変わる景色
巨木の真下。ツリーハウスへと続く階段の一段目に腰掛けて、荷物を確認している。
「ランタンは?」「持ちました!」
「ロープは?」 「持ちました!」
「お昼は?」 「持ちました!」
「あとなんかあったっけ……?」「ありません!」
キテラは階段から飛び降りた。そして先の見えない霧の彼方を指し示す。
「よ〜し。何人も逃れ得ぬ霧の奥地、目指すは大いなる命の足元にて。いざ、しゅっぱ〜つ!」
それっぽい口上に乗せられて、俺たちは歩き出した。
5分後。
「それにしても、何もありませんねー。“歩きがい”がないというか……」
描写するのも何度目か。あるのは似たような木々ばかり。遠くの景色を霧が隠してしまっている。非日常を漂わせる巨大な森の中にいながら、俺はこの光景に辟易していた。

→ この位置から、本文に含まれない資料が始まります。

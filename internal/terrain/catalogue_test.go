package terrain

import (
	"context"
	"fmt"
	"log/slog"
	"math"
	"os"
	"path/filepath"
	"sort"
	"strings"
	"testing"

	"github.com/paulmach/orb"

	"ridgehop/internal/raster"
	"ridgehop/internal/sharedtest"
	"ridgehop/internal/terrain/catalogue"
	"ridgehop/profile"
)

// stated loads the sources of a catalogue that is written out.
func stated(t testing.TB, folder, text string) *Terrain {
	t.Helper()
	c, err := catalogue.Parse([]byte(text), folder, "rasters.yaml")
	must(t, err)
	terrain, err := Load(context.Background(), raster.NewGDAL(), nil, Options{Catalogue: c}, slog.New(slog.DiscardHandler))
	must(t, err)
	t.Cleanup(terrain.Close)
	return terrain
}

// oneSource is a source of files with what every source must state.
func oneSource(name, kind, more string) string {
	return fmt.Sprintf("  - {name: %s, kind: %s, vertical_error_m: 0.3, correlation_length_m: 50, attribution: the tests, licence: none, %s}\n", name, kind, more)
}

// gridsOf writes grids into a folder.
func gridsOf(t testing.TB, grids map[string]grid) string {
	t.Helper()
	folder := t.TempDir()
	for name, g := range grids {
		g.write(t, folder, name)
	}
	return folder
}

// eastward is a path of 190 m along the middle of a square of 20 pixels of
// 10 m, from near its western edge.
func eastward(t testing.TB, at func(east, north float64) orb.Point) profile.Path {
	return pathOf(t, at(-95, 2), at(95, 2))
}

// layersOf are the grids of a made town: bare earth at 100 m; a surface 130 m
// high in the west, void in the east, and 90 m in the middle by an error; woods
// of 15 m over the east.
func layersOf(t testing.TB) string {
	zoned := func(west, middle, east float64) func(int, int) float64 {
		return func(column, _ int) float64 {
			switch {
			case column < 7:
				return west
			case column < 13:
				return middle
			}
			return east
		}
	}
	nan := math.NaN()
	return gridsOf(t, map[string]grid{
		"earth.asc": square(20, 10, constant(100)), "top.asc": square(20, 10, zoned(130, 90, nan)), "woods.asc": square(20, 10, zoned(15, 15, 15)),
	})
}

// What stands on the ground counts once, by what speaks at each place.
func TestLayersTogether(t *testing.T) {
	const (
		west, middle, east = -80.0, 0.0, 80.0
	)
	ground := oneSource("earth", "ground", "datum: odn, files: [earth.asc]")
	surface := oneSource("top", "surface", "datum: odn, files: [top.asc]")
	canopy := oneSource("woods", "canopy", "files: [woods.asc]")
	nan := math.NaN()
	cases := []struct {
		name    string
		sources string
		ground  [3]float64 // west, middle, east
		cover   [3]float64
		leftOut []string
	}{
		{"bare earth", ground, [3]float64{100, 100, 100}, [3]float64{0, 0, 0}, nil},
		{"a surface alone", surface, [3]float64{130, 90, nan}, [3]float64{0, 0, 0}, nil},
		{"bare earth and surface", ground + surface, [3]float64{100, 100, 100}, [3]float64{30, 0, 0}, nil},
		{"bare earth and canopy", ground + canopy, [3]float64{100, 100, 100}, [3]float64{15, 15, 15}, nil},
		{"all three: the surface speaks for the woods, save where it is void", ground + surface + canopy, [3]float64{100, 100, 100}, [3]float64{30, 0, 15}, nil},
		{"woods on a surface are in it already", surface + canopy, [3]float64{130, 90, nan}, [3]float64{0, 0, 0}, []string{"woods/woods.asc"}},
	}
	for _, c := range cases {
		t.Run(c.name, func(t *testing.T) {
			terrain := stated(t, layersOf(t), "sources:\n"+c.sources)
			at := metresFrom(t, terrain)
			path := eastward(t, at)
			for _, how := range []profile.Sampling{{}, {SpacingM: 1}} {
				p := sampled(t, terrain, path, how)
				for k, e := range []float64{west, middle, east} {
					i := sort.SearchFloat64s(p.DistanceM, e+95)
					cover := 0.0
					if len(p.CoverM) > 0 {
						cover = p.CoverM[i]
					}
					if !near(p.GroundM[i], c.ground[k], 1e-6) || !near(cover, c.cover[k], 1e-6) {
						t.Errorf("%+v, %g m east: got %g and %g m of cover, want %g and %g", how, e, p.GroundM[i], cover, c.ground[k], c.cover[k])
					}
				}
				if got := strings.Join(p.LeftOut, " "); got != strings.Join(c.leftOut, " ") {
					t.Errorf("%+v: left out: got %q, want %q", how, got, c.leftOut)
				}
			}
		})
	}
}

// Priority goes before the size of a pixel.
func TestPriority(t *testing.T) {
	folder := gridsOf(t, map[string]grid{"fine.asc": square(20, 10, constant(1)), "coarse.asc": square(4, 50, constant(2))})
	for want, first := range map[float64][2]int{1: {0, 0}, 2: {0, 5}} {
		terrain := stated(t, folder, "sources:\n"+
			oneSource("fine", "ground", fmt.Sprintf("datum: odn, files: [fine.asc], priority: %d", first[0]))+
			oneSource("coarse", "ground", fmt.Sprintf("datum: odn, files: [coarse.asc], priority: %d", first[1])))
		if got := spot(t, terrain, metresFrom(t, terrain)(3, 3)); got != want {
			t.Errorf("priorities %v: got %g, want %g", first, got, want)
		}
	}
}

// A source may be named in place of its rasters.
func TestSourcesByName(t *testing.T) {
	terrain := stated(t, layersOf(t), "sources:\n"+oneSource("earth", "ground", "datum: odn, files: [earth.asc]")+oneSource("top", "surface", "datum: odn, files: [top.asc]"))
	place := metresFrom(t, terrain)(-80, 2)
	for name, want := range map[string]float64{"earth": 100, "earth/earth.asc": 100, "top": 130, "top/top.asc": 130} {
		if got := spot(t, terrain, place, name); got != want {
			t.Errorf("%s: got %g, want %g", name, got, want)
		}
	}
}

// Every answer carries what its sources state.
func TestSourcesCarryTheirStatement(t *testing.T) {
	terrain := stated(t, layersOf(t), "sources:\n"+oneSource("earth", "ground", "datum: odn, files: [earth.asc]"))
	p := sampled(t, terrain, eastward(t, metresFrom(t, terrain)), profile.Sampling{})
	s := p.Sources[0]
	if s.Attribution != "the tests" || s.Licence != "none" || s.ErrorM != 0.3 || s.CorrelationM != 50 || s.ErrorAssumed || s.VerticalDatum != "odn" || p.VerticalDatum != "odn" {
		t.Errorf("got %+v above %q", s, p.VerticalDatum)
	}
}

// Outlines are walls: what stands inside them is as high as they say, to the
// place where the path crosses them.
func TestOutlines(t *testing.T) {
	folder := layersOf(t)
	plain := stated(t, folder, "sources:\n"+oneSource("earth", "ground", "datum: odn, files: [earth.asc]"))
	at := metresFrom(t, plain)
	ring := func(west, east float64) string {
		var corners []string
		for _, c := range [][2]float64{{west, -10}, {east, -10}, {east, 10}, {west, 10}, {west, -10}} {
			p := at(c[0], c[1])
			corners = append(corners, fmt.Sprintf("[%.10f,%.10f]", p[0], p[1]))
		}
		return "[" + strings.Join(corners, ",") + "]"
	}
	feature := func(ring string, height string) string {
		return `{"type":"Feature","properties":{"h":` + height + `},"geometry":{"type":"Polygon","coordinates":[` + ring + `]}}`
	}
	houses := `{"type":"FeatureCollection","features":[` + feature(ring(-50, -30), "12") + "," + feature(ring(-40, -20), "20") + "," + feature(ring(40, 60), "8") + "]}"
	must(t, os.WriteFile(filepath.Join(folder, "houses.geojson"), []byte(houses), 0o600))
	sources := "sources:\n" + oneSource("earth", "ground", "datum: odn, files: [earth.asc]") + oneSource("woods", "canopy", "files: [woods.asc]") +
		oneSource("houses", "buildings", "files: [houses.geojson], height_property: h")
	terrain := stated(t, folder, sources)
	for _, how := range []profile.Sampling{{}, {SpacingM: 0.5}} {
		p := sampled(t, terrain, eastward(t, at), how)
		for i, d := range p.DistanceM {
			want := 15.0 // woods, higher than two of the houses
			if east := d - 95; east > -39.9 && east < -20.1 {
				want = 20
			} else if east > -40.1 && east < -19.9 {
				continue // at the wall itself
			}
			if !near(p.CoverM[i], want, 1e-6) {
				t.Fatalf("%+v, at %g m: got %g m of cover, want %g", how, d, p.CoverM[i], want)
			}
		}
	}
	// With a surface alone they are not counted.
	surface := stated(t, folder, "sources:\n"+oneSource("top", "surface", "datum: odn, files: [top.asc]")+oneSource("houses", "buildings", "files: [houses.geojson], height_property: h"))
	p := sampled(t, surface, pathOf(t, at(-60, 2), at(-25, 2)), profile.Sampling{})
	if len(p.CoverM) != 0 || len(p.LeftOut) != 1 || p.GroundM[0] != 130 {
		t.Errorf("on a surface: got cover %v, left out %v", p.CoverM, p.LeftOut)
	}
}

// What the shared folder's README says of the Barbican: SRTM lies 16.4 m above
// the terrain model and 2.2 m above the surface model there, so it holds the
// roofs; and with both models at hand what stands there is their difference.
func TestBarbican(t *testing.T) {
	folder := filepath.Join(sharedtest.Dir(t), "elevation")
	terrain := stated(t, folder, "sources:\n"+
		oneSource("earth", "ground", "datum: odn, files: [london_barbican_dtm_1m_bng.tif]")+
		oneSource("top", "surface", "datum: odn, priority: 2, files: [london_barbican_dsm_1m_bng.tif]")+
		oneSource("srtm", "surface", "datum: egm96, files: [N51W001.hgt.zip]"))
	b := terrain.byName["earth/london_barbican_dtm_1m_bng.tif"].Bound
	var aboveEarth, aboveTop []float64
	for k := range 40 { // west to east, from south to north
		lat := b.Min[1] + (float64(k)+0.5)/40*(b.Max[1]-b.Min[1])
		path := pathOf(t, orb.Point{b.Min[0], lat}, orb.Point{b.Max[0], lat})
		how := func(names ...string) profile.Sampling { return profile.Sampling{SpacingM: 2, Rasters: names} }
		both := sampled(t, terrain, path, how("earth", "top"))
		earth, top, srtm := sampled(t, terrain, path, how("earth")), sampled(t, terrain, path, how("top")), sampled(t, terrain, path, how("srtm"))
		for i := range both.GroundM {
			if earth.GroundM[i] != earth.GroundM[i] || top.GroundM[i] != top.GroundM[i] {
				continue
			}
			aboveEarth, aboveTop = append(aboveEarth, srtm.GroundM[i]-earth.GroundM[i]), append(aboveTop, srtm.GroundM[i]-top.GroundM[i])
			if want := max(0, top.GroundM[i]-earth.GroundM[i]); !near(both.CoverM[i], want, 1e-6) || !near(both.GroundM[i], earth.GroundM[i], 1e-6) {
				t.Fatalf("sample %d: got %g and %g of cover, want %g and %g", i, both.GroundM[i], both.CoverM[i], earth.GroundM[i], want)
			}
		}
	}
	t.Logf("%d samples: SRTM %.1f m above the terrain model, %.1f m above the surface model", len(aboveEarth), mean(aboveEarth), mean(aboveTop))
	if got := mean(aboveEarth); math.Abs(got-16.4) > 0.5 {
		t.Errorf("above the terrain model: got %.1f m, want 16.4", got)
	}
	if got := mean(aboveTop); math.Abs(got-2.2) > 0.5 {
		t.Errorf("above the surface model: got %.1f m, want 2.2", got)
	}
}

func mean(values []float64) float64 {
	sum := 0.0
	for _, v := range values {
		sum += v
	}
	return sum / float64(len(values))
}

func median(values []float64) float64 {
	sort.Float64s(values)
	return values[len(values)/2]
}

// Over Alexandria three ways to know what stands there agree, as the shared
// folder's README says: footprints lie 0.4 m above surface less terrain in the
// median.
func TestAlexandria(t *testing.T) {
	folder := filepath.Join(sharedtest.Dir(t), "elevation")
	terrain := stated(t, folder, "sources:\n"+
		oneSource("earth", "ground", "datum: navd88, files: [alexandria_dtm_2m.tif]")+
		oneSource("top", "surface", "datum: navd88, files: [alexandria_dsm_2m.tif]")+
		oneSource("houses", "buildings", "files: [alexandria_buildings.geojson], height_property: HEIGHT"))
	b := terrain.byName["earth/alexandria_dtm_2m.tif"].Bound
	var off []float64
	for k := range 80 {
		f := 0.03 + 0.94*float64(k)/80
		path := pathOf(t, orb.Point{b.Min[0] + f*(b.Max[0]-b.Min[0]), b.Min[1] + 0.02*(b.Max[1]-b.Min[1])}, orb.Point{b.Min[0] + f*(b.Max[0]-b.Min[0]), b.Max[1] - 0.02*(b.Max[1]-b.Min[1])})
		drawn := sampled(t, terrain, path, profile.Sampling{SpacingM: 1, Rasters: []string{"earth", "houses"}})
		measured := sampled(t, terrain, path, profile.Sampling{SpacingM: 1, Rasters: []string{"earth", "top"}})
		for i := 3; i < len(drawn.CoverM)-3; i++ {
			// Well inside a building, away from its walls.
			if drawn.CoverM[i] > 0 && drawn.CoverM[i-3] == drawn.CoverM[i] && drawn.CoverM[i+3] == drawn.CoverM[i] && measured.GroundM[i] == measured.GroundM[i] {
				off = append(off, drawn.CoverM[i]-measured.CoverM[i])
			}
		}
	}
	got := median(off)
	t.Logf("%d samples inside buildings: footprints %.2f m above the surface model in the median", len(off), got)
	if len(off) < 500 || math.Abs(got-0.4) > 0.5 {
		t.Errorf("got %.2f m of %d samples, want about 0.4 m", got, len(off))
	}
}

// The two editions of one model agree through the geoid: heights above the
// ellipsoid, brought to EGM2008, are those published above EGM2008.
func TestOneModelOnTwoDatums(t *testing.T) {
	folder := filepath.Join(sharedtest.Dir(t), "elevation")
	text := "datum: egm2008\ndatums: {egm2008: {grid: egm2008_clip_losangeles.tif}}\nsources:\n" +
		oneSource("above-geoid", "surface", "datum: egm2008, files: [glo30_losangeles_egm2008.tif]") +
		oneSource("above-ellipsoid", "surface", "datum: ellipsoid, files: [glo30_losangeles_ellipsoid.tif]")
	terrain := stated(t, folder, text)
	worst, n := 0.0, 0
	for k := range 40 {
		f := -118.045 + 0.09*float64(k)/40
		path := pathOf(t, orb.Point{f, 33.955}, orb.Point{-118.0 - (f + 118), 34.045})
		a := sampled(t, terrain, path, profile.Sampling{SpacingM: 10, Rasters: []string{"above-geoid"}})
		b := sampled(t, terrain, path, profile.Sampling{SpacingM: 10, Rasters: []string{"above-ellipsoid"}})
		if a.VerticalDatum != "egm2008" || b.VerticalDatum != "egm2008" || len(b.DatumDoubts) != 0 {
			t.Fatalf("got datums %q and %q, doubts %v", a.VerticalDatum, b.VerticalDatum, b.DatumDoubts)
		}
		for i := range a.GroundM {
			worst, n = max(worst, math.Abs(a.GroundM[i]-b.GroundM[i])), n+1
		}
	}
	t.Logf("%d samples: at most %.4f m apart", n, worst)
	if !(worst <= 0.01) {
		t.Errorf("got %.4f m apart, want at most 0.01", worst)
	}
}

// A datum that cannot be resolved is a doubt with its size, never silence.
func TestDatumDoubts(t *testing.T) {
	folder := gridsOf(t, map[string]grid{"west.asc": square(20, 10, constant(50)).cut(0, 0, 10, 20), "east.asc": square(20, 10, constant(60)).cut(10, 0, 10, 20)})
	cases := []struct {
		west, east string
		want       []profile.DatumDoubt
	}{
		{"odn", "odn", nil},
		{"odn", "egm96", []profile.DatumDoubt{{Source: "west/west.asc", From: "odn", SizeM: geoidGapM}}},
		{"odn", "ellipsoid", []profile.DatumDoubt{{Source: "west/west.asc", From: "odn", SizeM: ellipsoidGapM}}},
	}
	for _, c := range cases {
		terrain := stated(t, folder, "sources:\n"+oneSource("west", "ground", "files: [west.asc], datum: "+c.west)+oneSource("east", "ground", "files: [east.asc], datum: "+c.east))
		p := sampled(t, terrain, eastward(t, metresFrom(t, terrain)), profile.Sampling{})
		if len(p.DatumDoubts) != len(c.want) || len(c.want) > 0 && p.DatumDoubts[0] != c.want[0] {
			t.Errorf("%s and %s: got %+v, want %+v", c.west, c.east, p.DatumDoubts, c.want)
		}
	}
}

「何にも無いことはないよぉ! そこらに生えてる植物はみんな違う種類だし、目を凝らせば小さな虫だって見つけられる。……あ、いた!」
突然キテラは前方の巨木の根元に駆け寄って、しゃがんで何かを手で掴んだ。
歩いてきた俺が追いつくと、掴んだそれを俺の目の前に持ってくる。
「ほら!」
背中を掴まれたバッタが足をバタつかせていた。
「たしかに」と呟く。
この森は植物以外の存在しない、寂しい場所だと思っていた。それは大きすぎる巨木に目が行っていて、逆に小さなものに気づけなかったからだ。彼女の言うように、もっと目を凝らせば、この森はまた違った色を見せるのかもしれない。
「まぁ、僕はこの森と長いこと付き合ってるからね。色々知ってて当然だよ」
言いながら、未だ手に持っていたバッタを口の中に放り投げた。
「ええぇっ!」
「……なにさ」
口をモゴモゴ動かしながら言う。
「いやぁ、食べるんすねぇー」
「お昼を持ってきたとはいえ、それだけだとお腹が空いちゃうよ。君も食べとくといい」
渋い顔をした俺を見て、キテラは疑問符を浮かべる。
「虫食べたことないの?」
「あることにはある……けど、好き好んでは食べないというか……」
旅先で一度食べたことがあるが、食感が駄目だった。もろに昆虫を食べてる感じがして、生理的に受け付けない。飲み込んだら吐くという確信があった。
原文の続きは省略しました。